Data Accuracy and Model Performance
In this study we have considered the misclassifications of diagnosis, admission, and outcome data, some of which are described in other studies . The data for the outcome were complete in all patients, and although the data for each laboratory value varied, at least 75% of the data was available for the admissions. Furthermore, the accuracy and validity of diagnosis of COPD and AECOPD were reviewed and supported in 1,642 (27.4%) cases by combinations of spirometry, case notes, imaging, and patients’ clinical letters, and in 1,581 (26.4%) by spirometry and case records. It is possible that administrative information included errors in coding or wrong dates, although such miscoding would have resulted in an underestimate of the magnitude of the effect of the outcome.
The models showed high specificity and negative predictive values but relatively reduced sensitivity and low positive predictive values. The negative predictive value is inversely proportional to the prevalence of the outcome, and in this case the relatively low outcome measure (mortality rate of 15.5%) would explain the high negative and low positive predictive values. These values also indicate the applicability of the tests; potential models with much higher sensitivity and specificity were considered but this had resulted in more than 20 subgroups of risk, which would make such models unnecessarily complex and therefore clinically useless. The C statistic indices are a measure of the discriminative ability of the model, and values between 0.7 and 0.8, as reported in this study, would be considered to indicate good discrimination . Previous studies with prediction models in other diseases using routine data have reported C statistic indices of below 0.7, suggesting that our models have performed comparatively well [28–31].
Although the CART models developed are able to identify patients with AECOPD who are likely to have poor inpatient outcome, we have not included measures of social deprivation, physical function, and factors precipitating the admission into the data set, e.g., virus infections . Future studies combining comprehensive laboratory investigations with clinical and social parameters may yield further useful prediction models. Our data relate to a single-centre UK population, thus requiring further validation on a different population to ensure applicability.
We developed and validated a simple decision tree based on routinely collected laboratory data at the time of emergency admission that is able to correctly classify subgroups of AECOPD inpatients at high and low risk of death during admission.
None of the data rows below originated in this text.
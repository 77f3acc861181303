/** What can be slid on the bench: names of the trade, units, ranges, and in a line what turning it up does. */
import type { Parameters } from '@/shared/contracts/parameters';
import { QUANTITIES, type Quantity } from '@/shared/units';

export interface LogRange {
  /** SI, above zero. */
  low: number;
  high: number;
}

export type ParameterGroup = 'gyro' | 'accel' | 'gnss' | 'gate' | 'aids';

export interface SliderSpec {
  path: string;
  group: Exclude<ParameterGroup, 'aids'>;
  label: string;
  quantity: Quantity;
  range: LogRange;
  /** What turning it up does. */
  more: string;
  advanced?: boolean;
  /** Shown only while the rest of the parameters makes it count. */
  counts?: (parameters: Parameters) => boolean;
}

/** A range given in the quantity's default unit. */
const shown = (quantity: Quantity, low: number, high: number): LogRange => {
  const { toSi } = QUANTITIES[quantity][0];
  return { low: low * toSi, high: high * toSi };
};

const wanders = (model: string) => model !== 'random-walk';

export const SLIDERS: readonly SliderSpec[] = [
  {
    path: 'gyro.whiteNoiseRadPerSqrtS',
    group: 'gyro',
    label: 'White noise (ARW)',
    quantity: 'angleRandomWalk',
    range: shown('angleRandomWalk', 0.002, 20),
    more: 'more: attitude leans on GNSS sooner',
  },
  {
    path: 'gyro.biasInstabilityRadPerS',
    group: 'gyro',
    label: 'Bias instability',
    quantity: 'gyroBias',
    range: shown('gyroBias', 0.05, 500),
    more: 'more: bias follows faster, coasting σ grows',
    counts: (p) => wanders(p.gyro.biasModel),
  },
  {
    path: 'gyro.biasCorrelationTimeS',
    group: 'gyro',
    label: 'Bias correlation time',
    quantity: 'time',
    range: shown('time', 10, 20_000),
    more: 'longer: bias is held steadier',
    counts: (p) => wanders(p.gyro.biasModel),
  },
  {
    path: 'gyro.biasRandomWalkRadPerSPerSqrtS',
    group: 'gyro',
    label: 'Rate random walk K',
    quantity: 'rateRandomWalk',
    range: shown('rateRandomWalk', 0.01, 1000),
    more: 'more: bias follows faster',
    advanced: true,
    counts: (p) => !wanders(p.gyro.biasModel),
  },
  {
    path: 'gyro.turnOnBiasSigmaRadPerS',
    group: 'gyro',
    label: 'Turn-on bias σ',
    quantity: 'gyroBias',
    range: shown('gyroBias', 0.1, 20_000),
    more: 'more: the first bias estimate moves further',
    advanced: true,
    counts: (p) => p.gyro.biasModel !== 'gauss-markov',
  },
  {
    path: 'accel.whiteNoiseMPerSPerSqrtS',
    group: 'accel',
    label: 'White noise (VRW)',
    quantity: 'velocityRandomWalk',
    range: shown('velocityRandomWalk', 0.001, 20),
    more: 'more: velocity leans on GNSS sooner',
  },
  {
    path: 'accel.biasInstabilityMPerS2',
    group: 'accel',
    label: 'Bias instability',
    quantity: 'accelBias',
    range: shown('accelBias', 0.001, 20),
    more: 'more: tilt and bias follow faster',
    counts: (p) => wanders(p.accel.biasModel),
  },
  {
    path: 'accel.biasCorrelationTimeS',
    group: 'accel',
    label: 'Bias correlation time',
    quantity: 'time',
    range: shown('time', 10, 20_000),
    more: 'longer: bias is held steadier',
    counts: (p) => wanders(p.accel.biasModel),
  },
  {
    path: 'accel.biasRandomWalkMPerS2PerSqrtS',
    group: 'accel',
    label: 'Acceleration random walk K',
    quantity: 'accelRandomWalk',
    range: shown('accelRandomWalk', 0.001, 1000),
    more: 'more: bias follows faster',
    advanced: true,
    counts: (p) => !wanders(p.accel.biasModel),
  },
  {
    path: 'accel.turnOnBiasSigmaMPerS2',
    group: 'accel',
    label: 'Turn-on bias σ',
    quantity: 'accelBias',
    range: shown('accelBias', 0.01, 500),
    more: 'more: the first bias estimate moves further',
    advanced: true,
    counts: (p) => p.accel.biasModel !== 'gauss-markov',
  },
  {
    path: 'gnss.positionScale',
    group: 'gnss',
    label: 'Position σ × scale',
    quantity: 'factor',
    range: { low: 0.05, high: 50 },
    more: 'more: smoother track, slower correction',
    counts: (p) => p.gnss.usePosition,
  },
  {
    path: 'gnss.velocityScale',
    group: 'gnss',
    label: 'Velocity σ × scale',
    quantity: 'factor',
    range: { low: 0.05, high: 50 },
    more: 'more: trusts the IMU longer',
    counts: (p) => p.gnss.useVelocity,
  },
  ...fixedSigmas(),
  {
    path: 'gate.recoveryAfterS',
    group: 'gate',
    label: 'Recovery after',
    quantity: 'time',
    range: shown('time', 0.5, 600),
    more: 'longer: a lasting disagreement is shut out longer',
    advanced: true,
    counts: (p) => p.gate.enabled,
  },
];

function fixedSigmas(): SliderSpec[] {
  const sigma = (
    path: string,
    label: string,
    quantity: 'length' | 'speed',
    low: number,
    high: number,
  ): SliderSpec => ({
    path: `gnss.${path}`,
    group: 'gnss',
    label,
    quantity,
    range: { low, high },
    more: 'used where the log gives no accuracy, or always when fixed',
    advanced: true,
  });
  return [
    sigma('positionSigmaHorizontalM', 'Fixed σ, horizontal position', 'length', 0.005, 100),
    sigma('positionSigmaVerticalM', 'Fixed σ, vertical position', 'length', 0.005, 100),
    sigma('velocitySigmaHorizontalMPerS', 'Fixed σ, horizontal velocity', 'speed', 0.002, 20),
    sigma('velocitySigmaVerticalMPerS', 'Fixed σ, vertical velocity', 'speed', 0.002, 20),
  ];
}

export const GROUP_TITLES: Record<ParameterGroup, string> = {
  gyro: 'Gyro',
  accel: 'Accelerometer',
  gnss: 'GNSS',
  gate: 'Gate',
  aids: 'Aids',
};
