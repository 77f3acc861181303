import { View, type TextStyle } from 'react-native';
import { fonts, space, typeScale } from '@/constants/theme';
import { formatChange, formatNumber } from '@/shared/format';
import { Text, type Tone } from './Text';

export interface QuantityProps {
  /** In the unit shown; null or NaN reads as a dash. */
  value: number | null;
  unit: string;
  digits?: number;
  /** 1σ or another ± beside the value, in the same unit. */
  uncertainty?: number;
  /** Shows the change against it, with its sign. */
  baseline?: number | null;
  /** What the change is against, for people and for the screen reader. */
  baselineName?: string;
  tone?: Tone;
  size?: 'small' | 'label' | 'body' | 'heading' | 'title';
  align?: 'left' | 'right';
}

/** A measured number: digits in Azeret Mono, then its unit in small. */
export function Quantity({
  value,
  unit,
  digits = 3,
  uncertainty,
  baseline,
  baselineName = 'baseline',
  tone = 'ink',
  size = 'body',
  align = 'left',
}: QuantityProps) {
  const known = value !== null && Number.isFinite(value);
  const digitsStyle: TextStyle = {
    fontFamily: fonts.number,
    fontSize: typeScale[size],
    lineHeight: lines[size],
  };
  const unitSize = size === 'small' || size === 'label' ? 'small' : 'label';
  return (
    <View style={{ alignItems: align === 'right' ? 'flex-end' : 'flex-start' }}>
      <Text tone={tone} style={digitsStyle}>
        {known ? formatNumber(value, digits) : '–'}
        {known && uncertainty !== undefined ? ` ± ${formatNumber(uncertainty, 2)}` : null}
        {unit ? (
          <Text variant={unitSize} tone="soft" style={{ lineHeight: lines[size] }}>
            {`${NARROW_SPACE}${unit}`}
          </Text>
        ) : null}
      </Text>
      {known && baseline !== undefined && baseline !== null ? (
        <Text variant="small" tone="soft" style={{ marginTop: space.xs / 2 }}>
          <Text variant="small" tone="soft" style={{ fontFamily: fonts.number }}>
            {formatChange(value - baseline, digits)}
          </Text>
          {` against ${baselineName}`}
        </Text>
      ) : null}
    </View>
  );
}

const NARROW_SPACE = '\u202f';
const lines = { small: 16, label: 20, body: 24, heading: 26, title: 34 } as const;
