/** Fields of the sensors, GNSS, the gate, the start and the mechanisation. */
import type { ParameterField } from './parameter-field';

const BIAS_MODELS = {
  'random-walk': 'random walk',
  'gauss-markov': 'Gauss–Markov',
  'turn-on-plus-wander': 'turn-on plus wander',
};

const sensorFields: readonly ParameterField[] = [
  { path: 'gyro.biasModel', group: 'gyro', label: 'Bias model', words: BIAS_MODELS },
  { path: 'accel.biasModel', group: 'accel', label: 'Bias model', words: BIAS_MODELS },
];

const gnssFields: readonly ParameterField[] = [
  { path: 'gnss.usePosition', group: 'gnss', label: 'Position used' },
  { path: 'gnss.useVelocity', group: 'gnss', label: 'Velocity used' },
  {
    path: 'gnss.sigmaSource',
    group: 'gnss',
    label: 'Accuracy from',
    words: { receiver: 'the receiver', fixed: 'fixed values' },
  },
  {
    path: 'gnss.positionInflation',
    group: 'gnss',
    label: 'Position R inflated by',
    quantity: 'factor',
    hint: 'for errors that stay alike from fix to fix',
    needs: ['gnss.usePosition'],
  },
  {
    path: 'gnss.velocityInflation',
    group: 'gnss',
    label: 'Velocity R inflated by',
    quantity: 'factor',
    hint: 'for errors that stay alike from fix to fix',
    needs: ['gnss.useVelocity'],
  },
  { path: 'gnss.positionFloorM', group: 'gnss', label: 'Least position σ', quantity: 'length' },
  { path: 'gnss.velocityFloorMPerS', group: 'gnss', label: 'Least velocity σ', quantity: 'speed' },
  {
    path: 'gnss.latencyS',
    group: 'gnss',
    label: 'Latency of fixes',
    quantity: 'time',
    hint: 'positive: a fix speaks of an earlier moment than its stamp',
  },
  { path: 'leverArmM', group: 'gnss', label: 'Lever arm: forward, right, down', quantity: 'length' },
  { path: 'gate.enabled', group: 'gate', label: 'χ² gate' },
  { path: 'gate.probability', group: 'gate', label: 'Gate probability', quantity: 'percent' },
];

const startFields: readonly ParameterField[] = [
  { path: 'initial.timeS', group: 'initial', label: 'Starts at', quantity: 'time' },
  { path: 'initial.position.latDeg', group: 'initial', label: 'Latitude', unit: '°' },
  { path: 'initial.position.lonDeg', group: 'initial', label: 'Longitude', unit: '°' },
  { path: 'initial.position.heightM', group: 'initial', label: 'Height', unit: 'm' },
  {
    path: 'initial.velocityNedMPerS',
    group: 'initial',
    label: 'Velocity: north, east, down',
    unit: 'm/s',
  },
  { path: 'initial.attitude.rollDeg', group: 'initial', label: 'Roll', unit: '°' },
  { path: 'initial.attitude.pitchDeg', group: 'initial', label: 'Pitch', unit: '°' },
  { path: 'initial.attitude.yawDeg', group: 'initial', label: 'Yaw', unit: '°' },
  {
    path: 'initial.headingDeg',
    group: 'initial',
    label: 'Initial heading',
    unit: '°',
    unset: 'from the course',
    hint: 'left empty: taken from the GNSS course',
    range: { low: -360, high: 360 },
  },
  { path: 'initial.positionSigmaNedM', group: 'initial', label: 'Position σ: north, east, down', unit: 'm' },
  {
    path: 'initial.velocitySigmaNedMPerS',
    group: 'initial',
    label: 'Velocity σ: north, east, down',
    unit: 'm/s',
  },
  { path: 'initial.attitudeSigmaDeg', group: 'initial', label: 'Attitude σ: roll, pitch, yaw', unit: '°' },
  { path: 'initial.gyroBiasRadPerS', group: 'initial', label: 'Gyro bias: x, y, z', quantity: 'gyroBias' },
  {
    path: 'initial.accelBiasMPerS2',
    group: 'initial',
    label: 'Accelerometer bias: x, y, z',
    quantity: 'accelBias',
  },
  {
    path: 'initial.courseSpeedMPerS',
    group: 'initial',
    label: 'Course counts as heading above',
    quantity: 'speed',
  },
  {
    path: 'mechanisation.scheme',
    group: 'mechanisation',
    label: 'Scheme',
    words: {
      'coning-sculling': 'coning and sculling',
      trapezoidal: 'trapezoidal, for study',
      rectangular: 'rectangular, for study',
    },
  },
  {
    path: 'mechanisation.covarianceIntervalS',
    group: 'mechanisation',
    label: 'Covariance every',
    quantity: 'time',
  },
];

/** In the order of the bench. */
export const FILTER_FIELDS: readonly ParameterField[] = [...sensorFields, ...gnssFields, ...startFields];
This type of modelling uses only three variables and is arguably simple to apply at the bedside.
We are grateful to the Departments of Clinical Coding, Cardiology, Haematology, and Biochemistry for providing the data and to Sumita Kerley for her assistance in data collection. This project was supported by a student bursary (for AA) from the University of Portsmouth.
All authors declare that there are no competing interests related to this manuscript.